也是说给旁边那几个中层和技术口的人听的。
大家前面都在这厂里头待着,谁不清楚这几年是怎么一路往下滑的?
高卫东一听,脸色就更沉了。
“老王,今天市里领导来,你别在这儿带情绪。”
“我带情绪?”老王一下就笑了,“你倒会讲!我们在这厂里待了几十年,看着它一点点让人晾死,还不准我们有点情绪了?”
顾言站在边上,心里就更有数了。
前面他还在想,二厂和红虎厂的区别到底在哪儿。现在一看,更清楚了。红虎厂那边,是有人想卖地,可老师傅那口气一直还吊着。二厂这边更麻烦,因为厂长和班子前面一直在用“没办法”的话,把全厂往一种“算了吧”的气里带。
这种气最伤。
比破设备还伤。
设备旧了还能修,人要是先认了命,厂就真快死了。
高卫东这时候还想往回压。
“老王,你别光站着说话。厂里不是没试过,是试过以后不行。你现在当着市长的面说得这么像回事,那你倒说说,二厂现在还剩什么?”
这话一出口,味道也变了。
他已经不再讲大道理了,是直接把球踢给这帮老工人。意思很清楚,你们总说还有路,那你们倒拿点真东西出来。
这招其实也挺老。
因为很多时候,老工人和老师傅心里有气,也知道厂里不是完全没用。
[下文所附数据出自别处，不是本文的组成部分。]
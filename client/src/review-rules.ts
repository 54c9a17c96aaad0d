/**
 * What the review panel and the live notice say and allow, as pure functions
 * (tested in tests/client/review.test.ts): which of Check, Approve and Return
 * a signed-in key may press, and why not; the server's refusals in plain words;
 * the notice for a live event; the wait before the live stream reconnects.
 *
 * The server decides; these rules only mirror its spec so that a button the
 * server would refuse is not offered. Four-eyes (common practice, no source):
 * nobody checks, approves or returns a revision they saved (the checker may also
 * approve, with an approver's key).
 */
import type { Identity, Review, ReviewEvent, ReviewState, RevisionEvent } from './review-types.js';

/** The state changes a reviewer can ask for (the body's `state`). */
export type ReviewAction = 'checked' | 'approved' | 'returned';
export const REVIEW_ACTIONS: readonly ReviewAction[] = ['checked', 'approved', 'returned'];

/** The button of each action. */
export const ACTION_LABELS: Readonly<Record<ReviewAction, string>> = { checked: 'Check', approved: 'Approve', returned: 'Return' };

/** A state as the screen names it. */
export const STATE_LABELS: Readonly<Record<ReviewState, string>> = {
  prepared: 'Prepared',
  checked: 'Checked',
  approved: 'Approved',
  returned: 'Returned',
};

/** Whether an action's button is enabled, and if not, why (a sentence for its title and the panel). */
export interface ActionState {
  readonly enabled: boolean;
  readonly why: string;
}

/** What the enablement depends on. */
export interface ReviewContext {
  /** The signed-in personal key, or null (team token, open server). */
  readonly identity: Identity | null;
  /** The shown revision's review, or null when the server has none (an older server). */
  readonly review: Review | null;
  /** Who saved the shown revision (the stored model's author). */
  readonly author: string;
  /** The revision shown. */
  readonly revision: number;
  /** The model's latest revision as far as this client knows. */
  readonly latest: number;
}

/** The states each action may start from (the spec's transitions). */
const FROM: Readonly<Record<ReviewAction, readonly ReviewState[]>> = {
  checked: ['prepared'],
  approved: ['checked'],
  returned: ['prepared', 'checked'],
};

/** The roles that may take each action. */
const ROLES_FOR: Readonly<Record<ReviewAction, readonly string[]>> = {
  checked: ['checker', 'approver'],
  approved: ['approver'],
  returned: ['checker', 'approver'],
};

/** Who saved the revision: the `prepared` step of its history, else the stored author. */
export function preparedBy(review: Review | null, author: string): string {
  return review?.history.find((e) => e.state === 'prepared')?.by ?? author;
}

/** Each action's enablement for the signed-in key on the shown revision. */
export function reviewActions(ctx: ReviewContext): Record<ReviewAction, ActionState> {
  const out = {} as Record<ReviewAction, ActionState>;
  for (const a of REVIEW_ACTIONS) {
    const why = refusal(a, ctx);
    out[a] = { enabled: why === '', why };
  }
  return out;
}

function refusal(action: ReviewAction, ctx: ReviewContext): string {
  const { identity, review, revision, latest } = ctx;
  if (!review) return 'This server does not record reviews.';
  if (revision < latest) return `Only the latest revision (${latest}) can be reviewed.`;
  if (review.state === 'approved' || review.state === 'returned') return `Revision ${revision} is ${review.state}: that is final.`;
  if (!identity) return 'A review needs a personal key with role checker or approver; the team token cannot review.';
  if (!ROLES_FOR[action].includes(identity.role)) {
    const needed = action === 'approved' ? 'an approver' : 'a checker or an approver';
    return `${ACTION_LABELS[action]} needs ${needed}; your key's role is ${identity.role}.`;
  }
  if (preparedBy(review, ctx.author) === identity.name) return `You saved revision ${revision}: someone else reviews it (four eyes).`;
  if (!FROM[action].includes(review.state)) {
    return action === 'approved' ? `Revision ${revision} must be checked before it is approved.` : `Revision ${revision} is already ${review.state}.`;
  }
  return '';
}

/** What the panel says when a review request was refused, and what it offers. */
export interface ReviewErrorView {
  readonly text: string;
  /** A newer revision exists (SN_REVIEW_STALE): offer to open the latest. */
  readonly offerLatest: boolean;
  /** The state changed meanwhile (SN_REVIEW_STATE): load the review again. */
  readonly reload: boolean;
}

/** An API error as the review panel needs it (status, code, message, issues' pointers). */
export interface ErrorLike {
  readonly status: number;
  readonly code: string;
  readonly message: string;
  readonly issues?: readonly { readonly pointer: string; readonly message: string }[];
}

/** The server's 4xx answers to a review, in plain words. */
export function reviewErrorView(err: ErrorLike, revision: number): ReviewErrorView {
  const plain = (text: string, offerLatest = false, reload = false): ReviewErrorView => ({ text, offerLatest, reload });
  switch (err.code) {
    case 'SN_ROLE':
      return plain(`Your key may not do this. ${err.message}`);
    case 'SN_FOUR_EYES':
      return plain(`Four eyes: nobody checks, approves or returns a revision they saved. ${err.message}`);
    case 'SN_REVIEW_STALE':
      return plain(`Revision ${revision} is no longer the latest: someone saved a newer revision. Only the latest can be reviewed.`, true);
    case 'SN_REVIEW_STATE':
      return plain(`Someone reviewed revision ${revision} meanwhile: that step is no longer possible. Its review is shown as it stands now.`, false, true);
  }
  if (err.status === 401) return plain('Your sign-in has ended: sign in again.');
  if (err.status === 404) return plain(`Revision ${revision} of this model is not in the library.`);
  const note = err.issues?.find((i) => i.pointer === '/note');
  if (note) return plain(`Returning needs a note saying what to change. (${note.message})`);
  if (err.status === 0) return plain('The server cannot be reached; nothing was recorded.');
  return plain(err.message);
}

/**
 * The notice for a saved revision, or null when this client already has it: the revision is
 * not newer than the latest it knows (its own save, once answered). While a save of this client
 * is under way no notice is given, as the event may be that save's own.
 */
export function revisionNotice(ev: RevisionEvent | null, known: { readonly latest: number; readonly saving: boolean }): string | null {
  if (!ev || known.saving || ev.revision <= known.latest) return null;
  return `Revision ${ev.revision} saved by ${ev.author}`;
}

/** The notice for a review change, or null when it is the signed-in key's own (the panel shows it already). */
export function reviewNotice(ev: ReviewEvent | null, me: Identity | null): string | null {
  if (!ev || (me && ev.by === me.name)) return null;
  return `Revision ${ev.revision} ${ev.state} by ${ev.by}${ev.note ? `: ${ev.note}` : ''}`;
}

/** First wait before reconnecting the live stream (ms), doubled per failure up to the ceiling (common practice, no source). */
export const RECONNECT_FIRST = 1000;
/** Longest wait between reconnection attempts (ms). */
export const RECONNECT_MAX = 60_000;

/** The wait before reconnection attempt `attempt` (0 = the first after a failure), in ms. */
export function reconnectDelay(attempt: number): number {
  return Math.min(RECONNECT_MAX, RECONNECT_FIRST * 2 ** Math.max(0, Math.min(attempt, 16)));
}

/** A time of the history as `YYYY-MM-DD HH:MM UTC` (the text itself when it is not a time). */
export function utcMinute(iso: string): string {
  const d = new Date(iso);
  return Number.isNaN(d.getTime()) ? iso : `${d.toISOString().slice(0, 16).replace('T', ' ')} UTC`;
}

/** One line for the report head: the state and each step with who and when. */
export function reviewLine(review: Review | null, revision: number): string {
  if (!review) return '';
  const steps = review.history.map((e) => `${e.state} by ${e.by} ${utcMinute(e.at)}${e.note ? ` (“${e.note}”)` : ''}`);
  return `Review of revision ${revision}: ${review.state.toUpperCase()}.${steps.length ? ` ${steps.join('; ')}.` : ''}`;
}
可真让他一条一条说工艺、说订单、说设备怎么改,未必马上讲得那么清。
可今天不一样。
因为老王不是一个人。
他刚一停,后头一个更瘦一点、戴着老花镜的老头就慢慢走过来了。
这人顾言前面也瞄了两眼,看着不像普通工人,倒像技术口出身。
高卫东一看见他,脸色就有点变了。
“老刘,你也来凑这个热闹?”
这话一出口,顾言就记住这个人了。
因为厂长这种时候最怕谁站出来?不是最会骂人的工人,而是懂工艺、懂前几年试制底子的老工艺员。工人骂,你还能说他情绪重;工艺员一开口,很多事情就没那么好赖了。
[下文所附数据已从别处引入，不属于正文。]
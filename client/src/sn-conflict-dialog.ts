import { LitElement, css, html } from 'lit';

/**
 * Said when someone else saved the model after it was opened: nothing was
 * overwritten; the user saves theirs as a new model or opens the latest. Takes
 * the focus when it opens, keeps Tab inside, and closes on Escape.
 *
 * @fires sn-save-mine - save the user's model as a new library entry
 * @fires sn-reload-latest - drop the user's changes and open the latest revision
 * @fires sn-close - cancelled (Escape or the Cancel button)
 */
export class SnConflictDialog extends LitElement {
  static override styles = css`
    :host { display: block; }
    .conflict { background: #fff; border-radius: 6px; padding: 14px 18px; max-width: 480px; box-shadow: 0 6px 24px rgba(0,0,0,0.18); }
    h2 { font-size: 15px; margin: 0 0 6px; color: #8c1d18; }
    p { font-size: 13.5px; }
    button { font: inherit; font-size: 13px; padding: 4px 12px; margin: 4px 6px 0 0; border-radius: 3px; border: 1px solid #c8c4bb; background: #fff; cursor: pointer; }
    button.primary { background: #1d3a4a; color: #fff; border-color: #1d3a4a; }
    button:focus { outline: 2px solid #d48a1a; outline-offset: 2px; }
  `;

  static override properties = {
    baseRevision: { type: Number },
    currentRevision: { type: Number },
  };

  /** The revision the user's changes were made on. */
  declare baseRevision: number;
  /** The library's latest revision (0 when the server did not say). */
  declare currentRevision: number;

  constructor() {
    super();
    this.baseRevision = 0;
    this.currentRevision = 0;
  }

  override render() {
    return html`<div class="conflict" role="alertdialog" aria-modal="true" aria-labelledby="conflict-title" aria-describedby="conflict-text" @keydown=${this.onKey}>
      <h2 id="conflict-title">Someone else saved this model first</h2>
      <p id="conflict-text">Your changes were made on revision ${this.baseRevision}; the library now holds revision ${this.currentRevision || 'newer'}.
        Nothing was overwritten.</p>
      <button class="primary" data-action="save-as-copy" @click=${() => this.fire('sn-save-mine')}>Save mine as a new model</button>
      <button data-action="reload-latest" @click=${() => this.fire('sn-reload-latest')}>Open the latest (drop my changes)</button>
      <button data-action="cancel" @click=${() => this.fire('sn-close')}>Cancel</button>
    </div>`;
  }

  override firstUpdated(): void {
    this.renderRoot.querySelector<HTMLButtonElement>('button.primary')?.focus();
  }

  private onKey(e: KeyboardEvent): void {
    if (e.key === 'Escape') {
      e.preventDefault();
      e.stopPropagation();
      this.fire('sn-close');
      return;
    }
    if (e.key !== 'Tab') return;
    const buttons = [...this.renderRoot.querySelectorAll<HTMLButtonElement>('button')];
    const at = buttons.indexOf((this.renderRoot as ShadowRoot).activeElement as HTMLButtonElement);
    const next = e.shiftKey ? (at <= 0 ? buttons.length - 1 : at - 1) : at >= buttons.length - 1 ? 0 : at + 1;
    e.preventDefault();
    buttons[next]?.focus();
  }

  private fire(type: string): void {
    this.dispatchEvent(new CustomEvent(type, { bubbles: true, composed: true }));
  }
}

customElements.define('sn-conflict-dialog', SnConflictDialog);

declare global {
  interface HTMLElementTagNameMap {
    'sn-conflict-dialog': SnConflictDialog;
  }
}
老刘慢悠悠走过来,手里还拿着个旧文件夹,边角都卷了。
“我不是来凑热闹的。”他说话慢,但很稳,“我是来告诉市长,二厂不是一点火种都没了。”
顾言一听这句话,眼睛就亮了一下。
为什么?
因为这就是他最想听的东西。
前面红虎厂是这样,二厂也一样。最怕的不是老厂没有过去,是过去全剩在嘴上了。真要有人能把“还有什么”说清楚,那这厂就还有看头。